One serving of this pasta provides approximately 520-580 calories, 18g of protein, 22g of fat, and 68g of carbohydrates. The tomatoes are rich in lycopene, an antioxidant that becomes more bioavailable when cooked in olive oil. Heavy cream adds richness and fat-soluble vitamins, while Parmesan contributes calcium and additional protein. For a lighter version, substitute half-and-half for the heavy cream, reducing the fat content by nearly 40 percent without significantly affecting the flavor of the sauce.

Wine Pairing

This pasta pairs beautifully with Italian white wines. A crisp Pinot Grigio or a light Vermentino complements the acidity of the tomato while cutting through the richness of the cream. If you prefer red wine, a light Chianti Classico is a classic Italian pairing that will not overpower the delicate basil flavor. For a non-alcoholic option, sparkling water with a squeeze of lemon is refreshing alongside this rich, creamy dish.

Common Mistakes to Avoid

The most common mistake when making this pasta is adding cold cream directly to a high-heat pan — this can cause it to break or curdle. Always lower the heat to medium before adding the cream and stir gently. Another frequent error is draining the pasta over the sink and losing all the starchy pasta water. Set a measuring cup in the sink or ladle it out before you drain. Finally, avoid pre-grated Parmesan from a bag — the anti-caking agents prevent it from melting smoothly into the sauce. Grating fresh makes a significant difference to the final texture.

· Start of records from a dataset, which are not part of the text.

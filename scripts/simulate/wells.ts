/**
 * Two wells of charge (kinetic battery model; Manwell & McGowan, Solar Energy 50:399, 1993):
 * a load empties the near well, the far well refills it in proportion to the difference of
 * their heights. The closed form for a constant current is used, so a step may be any length.
 */
export interface Wells {
  /** Charge in the near and in the far well, mAh. */
  readonly near: number;
  readonly far: number;
}

export interface WellConstants {
  /** Share of all charge that the near well holds. */
  readonly share: number;
  /** Rate constant k' = k/(c(1−c)), per hour. */
  readonly ratePerHour: number;
}

/** Both wells full, at equal height. */
export function fullWells(chargeMah: number, share: number): Wells {
  return { near: share * chargeMah, far: (1 - share) * chargeMah };
}

/** The wells after `hours` at a constant `currentMa`. The near well may come out negative: empty. */
export function drain(wells: Wells, k: WellConstants, currentMa: number, hours: number): Wells {
  const kt = k.ratePerHour * hours;
  const e = Math.exp(-kt);
  const total = wells.near + wells.far;
  const flow = (1 - e) / k.ratePerHour;
  const lag = (kt - 1 + e) / k.ratePerHour;
  return {
    near: wells.near * e + total * k.share * (1 - e) - currentMa * (flow + k.share * lag),
    far: wells.far * e + total * (1 - k.share) * (1 - e) - currentMa * (1 - k.share) * lag,
  };
}

/** What is left when a share of the charge has leaked away inside the cell. */
export function leak(wells: Wells, share: number): Wells {
  return { near: wells.near * (1 - share), far: wells.far * (1 - share) };
}

/** Height of the near well relative to full, 0..1 (below 0 when over-drawn). */
export function nearLevel(wells: Wells, chargeMah: number, share: number): number {
  return wells.near / (share * chargeMah);
}
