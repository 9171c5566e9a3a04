"use client";

import { useMutation } from "@tanstack/react-query";
import { useRouter } from "next/navigation";
import { useState } from "react";
import { Button } from "@/components/ui/button";
import { Dialog } from "@/components/ui/dialog";
import { TextInput } from "@/components/ui/inputs";
import { Notice } from "@/components/ui/notice";
import { Select } from "@/components/ui/select";
import { toast } from "@/components/ui/toast";
import { fetchJson } from "../../_parts/fetch-json";
import type { BoardActs } from "./use-board";

interface Outcome {
  readonly roundsLeftOpen: number;
  readonly planId: string | null;
}

/** Somebody is ill or away: one act, and a draft in which the others take over. */
export function AbsenceDialog({ acts, onClose }: { acts: BoardActs; onClose: () => void }) {
  const { board } = acts;
  const router = useRouter();
  const [technicianId, setTechnician] = useState(board.rows[0]?.technicianId ?? "");
  const [firstDay, setFirst] = useState(board.today);
  const [lastDay, setLast] = useState(board.today);
  const [reason, setReason] = useState("ill");
  const mark = useMutation({
    mutationFn: () =>
      fetchJson<Outcome>("/api/v1/rounds/absences", {
        method: "POST",
        body: { technicianId, firstDay, lastDay, reason },
      }),
    onSuccess: ({ roundsLeftOpen, planId }) => {
      onClose();
      toast({
        text:
          roundsLeftOpen === 0
            ? "Noted. No published round is touched."
            : `Noted. A draft shares ${roundsLeftOpen === 1 ? "the round" : `${roundsLeftOpen} rounds`} out; nothing is sent yet.`,
      });
      if (planId) router.push(`/rounds?week=${firstDay}&plan=${planId}`);
      else void acts.again();
    },
  });
  return (
    <Dialog
      open
      title="Somebody is away"
      onClose={onClose}
      actions={
        <>
          <Button onClick={onClose}>Not now</Button>
          <Button kind="go" busy={mark.isPending && "Noting…"} onClick={() => mark.mutate()}>
            Note it
          </Button>
        </>
      }
    >
      {mark.error && <Notice kind="trouble">{mark.error.message}</Notice>}
      <div className="grid gap-4 sm:grid-cols-2">
        <Select
          name="technician"
          label="Who"
          value={technicianId}
          onChange={(event) => setTechnician(event.target.value)}
          options={board.rows.map((row) => ({ value: row.technicianId, label: row.name }))}
        />
        <TextInput
          name="reason"
          label="Why"
          optional
          value={reason}
          onChange={(event) => setReason(event.target.value)}
        />
        <TextInput
          name="firstDay"
          label="First day"
          type="date"
          value={firstDay}
          onChange={(event) => setFirst(event.target.value)}
        />
        <TextInput
          name="lastDay"
          label="Last day"
          type="date"
          value={lastDay}
          onChange={(event) => setLast(event.target.value)}
        />
      </div>
      <p className="mt-3 text-soft">
        Published rounds on these days go to the others in a draft, with their own days kept. Nobody
        is told before you publish it.
      </p>
    </Dialog>
  );
}
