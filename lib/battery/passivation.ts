/**
 * The film on the lithium of a thionyl chloride cell grows at rest and dips the voltage for a
 * moment under load, the more the longer it rested (Maxell ER: LiCl film after storage gives a
 * transient minimum voltage). A low loaded reading may be that dip and not an empty cell.
 */
import type { EpochDays } from "../units";
import { ASSUMED } from "./assumptions";
import type { PackModel } from "./pack-model";

/** A peak this many times the average is a pulse that breaks the film again and again. */
const PULSE_RATIO = 10;
/** Cells that were never read under load come from the shelf. */
const SHELF_DAYS = 365;

/** Chance that a low loaded reading is the film's, after so many days without one; 0: no film. */
export function filmChance(model: PackModel, restDays: EpochDays): number {
  if (model.pack.cell.chemistry !== "li-socl2") return 0;
  const pulsed = model.peakUa > PULSE_RATIO * model.averageUa && restDays < Infinity;
  const most = pulsed ? ASSUMED.filmMostPulsed : ASSUMED.filmMost;
  return most * -Math.expm1(-Math.min(restDays, SHELF_DAYS) / ASSUMED.filmDays);
}
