/** The battery core's public face. Everything else in this folder may change freely. */
export type {
  CapacityPoint,
  CellSpec,
  Calibration,
  Chemistry,
  CurveLesson,
  DutyState,
  FleetPrior,
  Forecast,
  ForecastInput,
  FoundDrawShift,
  LoggedTemperature,
  PackEvent,
  PackReading,
  PackSpec,
  ReadingWeight,
} from "./pack";
export { CHEMISTRIES } from "./pack";
export { averageUa, holdUpCapacitorUf, packAverageUa, packPeakUa, peakUa } from "./duty";
export { dischargeHours, usableCapacity } from "./capacity";
export { resistanceMohm, restingMv } from "./curves";
export { packEndDepth } from "./cutoff";
export { ageing, equivalentCelsius, selfDischargeUa, tenDegreeFactor } from "./self-discharge";
export { CDF_PROBABILITIES, chanceOutBy, forecastPack } from "./forecast";
export { type ExpectedVoltage, type VoltageQuery, expectedVoltage } from "./voltage-band";
export { forecastFaults } from "./validate";
export { type ColdSnap, coldSnap } from "./cold-snap";
export {
  type CohortLife,
  type FinishedPack,
  cohortPrior,
  devicePrior,
  learnCohorts,
} from "./fleet-prior";
export {
  type FinishedHistory,
  type FleetLesson,
  type FleetMember,
  learnFleet,
} from "./fleet-lesson";
export { withDrawShift } from "./draw-shift";
export {
  type BadLot,
  type DrawObservation,
  type DrawShift,
  badLots,
  drawShifts,
} from "./fleet-findings";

Frequently Asked Questions

Can I make this creamy tomato basil pasta ahead of time?

Yes! Make the tomato cream sauce up to 2 days ahead and refrigerate it. Cook fresh pasta when ready to serve and toss with the reheated sauce. This is the best way to meal prep this creamy tomato basil pasta without losing texture.

What pasta shape works best for creamy tomato basil pasta?

Penne and rigatoni are ideal because their tubes and ridges trap the sauce. Fusilli also works great. Avoid thin pasta like spaghetti or angel hair — they don’t hold enough of the creamy tomato basil pasta sauce.

Can I use half-and-half instead of heavy cream in this creamy tomato basil pasta?

Yes, but the sauce will be lighter and less rich. Half-and-half can also curdle more easily when combined with acidic tomatoes. Add it off the heat and stir gently for the best results in your creamy tomato basil pasta.

Is this creamy tomato basil pasta vegetarian?

Yes! This creamy tomato basil pasta is 100% vegetarian. Use vegetarian Parmesan (without animal rennet) to make it fully vegetarian-certified.